But to Steven Jacobs of Reform Kol Tikvah in Woodland Hills, the danger of any gathering to create unabashed support for Israel stems partly from how Jews view their new Christian allies.

"There’s a patronizing attitude toward us as God’s children that they [Christians] stand up for us," he said.

To some conservative, pro-Israel Christians, Jacobs said, "Nothing that Israel does is wrong — they’re entitled to do anything they want. There’s a difference between an anti-Semite and a philo-Semite.
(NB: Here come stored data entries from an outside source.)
def main() -> None:
    ap = argparse.ArgumentParser(description=__doc__.split("\n")[0])
    ap.add_argument("--quick", action="store_true", help="the 2000 x 2000 case only")
    ap.add_argument(
        "--repeat",
        type=int,
        default=3,
        help="runs of the CLI and of the raw call for the 2000 x 2000 case (best of)",
    )
    ap.add_argument(
        "--repeat-large",
        type=int,
        default=1,
        help="runs of each for the 7200 x 4800 case (best of)",
    )
    ap.add_argument(
        "--keep", metavar="DIR", help="write the test files and outputs here and keep them"
    )
    ap.add_argument(
        "--coast",
        choices=COASTS,
        default="realistic",
        help="synthetic coastline: realistic (default; a few hundred islands per 4 M cells), "
        "rough (roughened cell by cell: thousands of speckle islands and lakes) or smooth",
    )
    ap.add_argument(
        "--write-stages",
        action="store_true",
        help="also time the write stage alone, product by product (one more solve per case)",
    )
    ap.add_argument(
        "--variants",
        action="store_true",
        help="also time the run with products switched off (--no-report, --no-map, ...), best of --repeat",
    )
    ap.add_argument(
        "--smooth-coast",
        action="store_true",
        help="the same as --coast smooth (kept for older command lines)",
    )
    args = ap.parse_args()
    coast = "smooth" if args.smooth_coast else args.coast

    ctx = be._context()
    if ctx.get_start_method() == "forkserver":
        from multiprocessing import forkserver

        forkserver.ensure_running()
    t_start = time.perf_counter()
    print("ttmap end-to-end benchmark (ttmap map, default products)")
    print(
        f"  python {sys.version.split()[0]}, {platform.machine()}, {os.cpu_count()} CPUs; "
        f"helper processes: '{ctx.get_start_method()}'"
    )
    print(f"  coastlines: {coast}" + (f" ({be.COAST_ROUGHNESS:g})" if coast == "rough" else ""))
    helped = time_help()
    print(
        f"\n== ttmap --help, fresh process (best of {HELP_RUNS}) ==\n"
        f"  {helped['best_s']:.3f} s wall (median {helped['median_s']:.3f} s, "
        f"CPU {helped['best_cpu_s']:.3f} s; bare interpreter {helped['python_best_s']:.3f} s); "
        f"goal < {HELP_GOAL_S} s: {'met' if helped['best_s'] < HELP_GOAL_S else 'NOT met'}\n"
        f"  import ttmap.cli.main loads {helped['ttmap_modules']} ttmap modules, "
        f"{helped['all_modules']} modules in all",
        flush=True,
    )
    cases = [dict(c, coast=coast) for c in (CASES[:1] if args.quick else CASES)]
    results = []
    tmp_obj = None
    if args.keep:
        base = Path(args.keep)
        base.mkdir(parents=True, exist_ok=True)
    else:
        tmp_obj = tempfile.TemporaryDirectory(prefix="ttmap_bench_cli_")
        base = Path(tmp_obj.name)
    try:
        for i, spec in enumerate(cases):
            repeat = args.repeat if i == 0 else args.repeat_large
            folder = base / f"case{i}"
            folder.mkdir(exist_ok=True)
            print(f"\n== {spec['name']} ==", flush=True)
            t0 = time.perf_counter()
            info = in_helper(_write_case, spec, str(folder))
            print(
                f"  test GeoTIFF {info['tif_mib']:.0f} MiB written in {time.perf_counter() - t0:.1f} s; "
                f"{info['cells'] / 1e6:.2f} M cells; solve plane {info['plane_shape'][0]} x "
                f"{info['plane_shape'][1]}; {info['islands']} islands, "
                f"{info['closed_water_bodies']} closed water bodies",
                flush=True,
            )
            runs = []
            for k in range(repeat):
                out_dir = folder / f"out{k}"
                runs.append(run_cli(info["tif"], info["source_args"], out_dir, folder / f"log{k}"))
                print(
                    f"  ttmap map run {k + 1}: {runs[-1]['wall_s']:.2f} s wall, "
                    f"{runs[-1]['cpu_s']:.2f} s CPU, peak RSS {runs[-1]['maxrss_mib']:.0f} MiB",
                    flush=True,
                )
            best = min(runs, key=lambda r: r["wall_s"])
            best_cpu = min(r["cpu_s"] for r in runs)
            raw = in_helper(_raw_solve, str(folder), info["dx"], info["periodic"], repeat)
            for f in ("phi.npy", "mask.npy", "speed.npy"):
                (folder / f).unlink()
            r_t = best["wall_s"] / raw["best_s"]
            r_c = best_cpu / raw["best_cpu_s"]
            print(
                f"  raw skfmm.travel_time          : {raw['best_s']:8.2f} s wall, "
                f"{raw['best_cpu_s']:.2f} s CPU (best of {repeat}), peak "
                f"{raw['total_mib']:.0f} MiB with inputs ({raw['call_mib']:.0f} MiB in the call)"
            )
            print(
                f"  ttmap map (whole process)      : {best['wall_s']:8.2f} s wall, {best_cpu:.2f} s CPU "
                f"(best of {repeat}), peak RSS {best['maxrss_mib']:.0f} MiB; {best['files']} files"
            )
            for what, val in (("wall", r_t), ("CPU ", r_c)):
                print(
                    f"  ratio CLI / raw, {what}          : {val:8.2f}x (target <= {spec['target']:g}x: "
                    f"{'met' if val <= spec['target'] else 'NOT met'})"
                )
            print(
                f"  memory CLI / raw               : {best['maxrss_mib'] / raw['total_mib']:8.2f}x"
            )
            print(
                "  run.json timings_s (best run)  : "
                + ", ".join(f"{k} {v:.2f}" for k, v in best["timings_s"].items())
            )
            if args.write_stages:
                st = in_helper(
                    _write_stages, info["tif"], info["source_args"], str(folder / "stages")
                )
                print(
                    f"  write stage alone              : {st['wall_s']:8.2f} s wall, "
                    f"{st['cpu_s']:.2f} s CPU (process), after importing matplotlib in "
                    f"{st['matplotlib_import_s']:.2f} s"
                )
                for label, (wall, cpu) in st["stages"].items():
                    print(f"    {label:<32} {wall:6.2f} s wall {cpu:6.2f} s CPU (its thread)")
                tl = cpu_timeline(info["tif"], info["source_args"], folder / "timeline")
                print(
                    f"  CPU timeline of a fresh ttmap map process (best of 3; process CPU "
                    f"{tl['process_cpu_s']:.2f} s):\n"
                    f"    {'from ttmap.cli.main import cli':<32} {tl['imports_s']:6.2f} s CPU\n"
                    f"    {'import the job, engine, record':<32} {tl['job_imports_s']:6.2f} s CPU"
                )
                for label, at, took in sorted(tl["marks"], key=lambda m: m[1]):
                    print(f"    {label:<32} {took:6.2f} s CPU (starts at {at:5.2f} s)")
            if args.variants:
                for v, (label, extra) in enumerate(VARIANTS):
                    vruns = [
                        run_cli(info["tif"], info["source_args"], folder / f"variant{v}_{k}",
                                folder / f"vlog{v}_{k}", extra)
                        for k in range(repeat)
                    ]
                    v_cpu = min(r["cpu_s"] for r in vruns)
                    v_wall = min(r["wall_s"] for r in vruns)
                    print(
                        f"  variant {label:<28}: {v_wall:6.2f} s wall, {v_cpu:.2f} s CPU (best of "
                        f"{repeat}); CPU ratio {v_cpu / raw['best_cpu_s']:.2f}x, wall ratio "
                        f"{v_wall / raw['best_s']:.2f}x"
                    )
            counts = in_helper(_feature_counts, str(folder / "out0"))
            print(
                "  features written               : "
                + ", ".join(f"{k} {v}" for k, v in counts.items())
            )
            s = best["summary"]
            if s:
                print(
                    f"  front: {s.get('cells_reached')} cells reached, range "
                    f"{s.get('arrival_min_range')} min, {s.get('unreached_basins')} closed basins, "
                    f"{s.get('diagonal_joins_opened')} diagonal joins opened"
                )
            results.append(
                {
                    "case": spec["name"],
                    "cells": info["cells"],
                    "cli": best,
                    "raw": raw,
                    "ratio": r_t,
                    "cpu": best_cpu,
                    "ratio_cpu": r_c,
                    "target": spec["target"],
                }
            )
    finally:
        if tmp_obj is not None:
            tmp_obj.cleanup()

    print("\n== Summary ==")
    print(
        f"ttmap --help start-up: {helped['best_s']:.3f} s (goal < {HELP_GOAL_S} s); "
        f"interpreter alone {helped['python_best_s']:.3f} s"
    )
    print(
        f"{'case':<30} {'M cells':>7} {'CLI s':>7} {'raw s':>7} {'wall':>6} {'CLI CPU':>8} "
        f"{'raw CPU':>8} {'CPU':>6} {'target':>6} {'CLI MiB':>8} {'raw MiB':>8}"
    )
    for r in results:
        print(
            f"{r['case']:<30} {r['cells'] / 1e6:7.2f} {r['cli']['wall_s']:7.2f} "
            f"{r['raw']['best_s']:7.2f} {r['ratio']:5.2f}x {r['cpu']:8.2f} "
            f"{r['raw']['best_cpu_s']:8.2f} {r['ratio_cpu']:5.2f}x {r['target']:5.1f}x "
            f"{r['cli']['maxrss_mib']:8.0f} {r['raw']['total_mib']:8.0f}"
        )
    print("\nper-stage timings from run.json (s):")
    keys: list[str] = []
    for r in results:
        keys += [k for k in r["cli"]["timings_s"] if k not in keys]
    print(f"{'case':<30} " + " ".join(f"{k:>14}" for k in keys))
    for r in results:
        t = r["cli"]["timings_s"]
        print(f"{r['case']:<30} " + " ".join(f"{t.get(k, math.nan):14.2f}" for k in keys))
    print(f"\nbenchmark wall time {time.perf_counter() - t_start:.0f} s")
A philo-Semite is one who loves Jews categorically, and that’s dangerous to me."

Erem, who also has met with Lutheran congregations in Minnesota and Michigan, spoke at pro-Israel evening rallies in Sacramento on Sept. 18-19, supported by Christians and the American Israel Public Affairs Committee.

"We reached the conclusion that it has to be done on a broader base and it cannot rely on a once-in-a-blue-moon appearing in a church," said Erem, who lives in Beverly Hills. "I found out that once the meeting is on a one-to-one basis with pastors and priests, you break the ice and mobilize friendships."

Israeli Prime Minister Ariel Sharon, "promised that when he comes again to Los Angeles, he’ll find the time to meet again with Christian pastors," Erem said.

Outreach also is occurring with some Mormons and Eastern Orthodox churches, but Erem said that because the Roman Catholic Church’s sex abuse scandal continues to "occupy their attention, for the time I don’t think it would be beneficial to get in touch with them."

But are Jewish members of this alliance being shortsighted, as critics both here and in Israel have claimed? How do they justify the fact that evangelical and fundamentalist support for Israel is based on Christians’ deep hope that a Book of Revelations-predicted, end-of-times future will bring forth a Christianized Israel, with some Jews there, but mostly Christians witnessing the return of Jesus?

"I couldn’t care less what are the ulterior motives of the evangelical community," Erem said. "For the time being, they are a meaningful supporter for the State of Israel."

Many Christians downplay their eschatological plans. Otis, of Kingsworld Ministries, said Christian end-of-time views or even some Christian desires to convert non-Christians, including Jews, are not central to current support for Israel.

"It doesn’t have that as its bullseye — the conversion of Jews but rather the helping of Jews, and Israel, in this hour."

Fishel said he likes his new Christian allies because, "They’ve been very strong advocates on behalf of the State of Israel. They have a very strong sentiment for our Jewish State…. One does not necessarily have to agree with all of their ideological beliefs to work together."

And despite Jacobs’ wariness of Christians who gush over Israel, he has a natural, less politically driven relationship with Church on the Way in Van Nuys — an Israel-Christian Nexus event sponsor.

"We hold High Holiday services at Church on the Way," said Jacobs, who noted he has been traveling recently and was not alerted to the Oct. 2 event. "Had I been asked, I probably would have joined because of my respect for the people at the Church on the Way."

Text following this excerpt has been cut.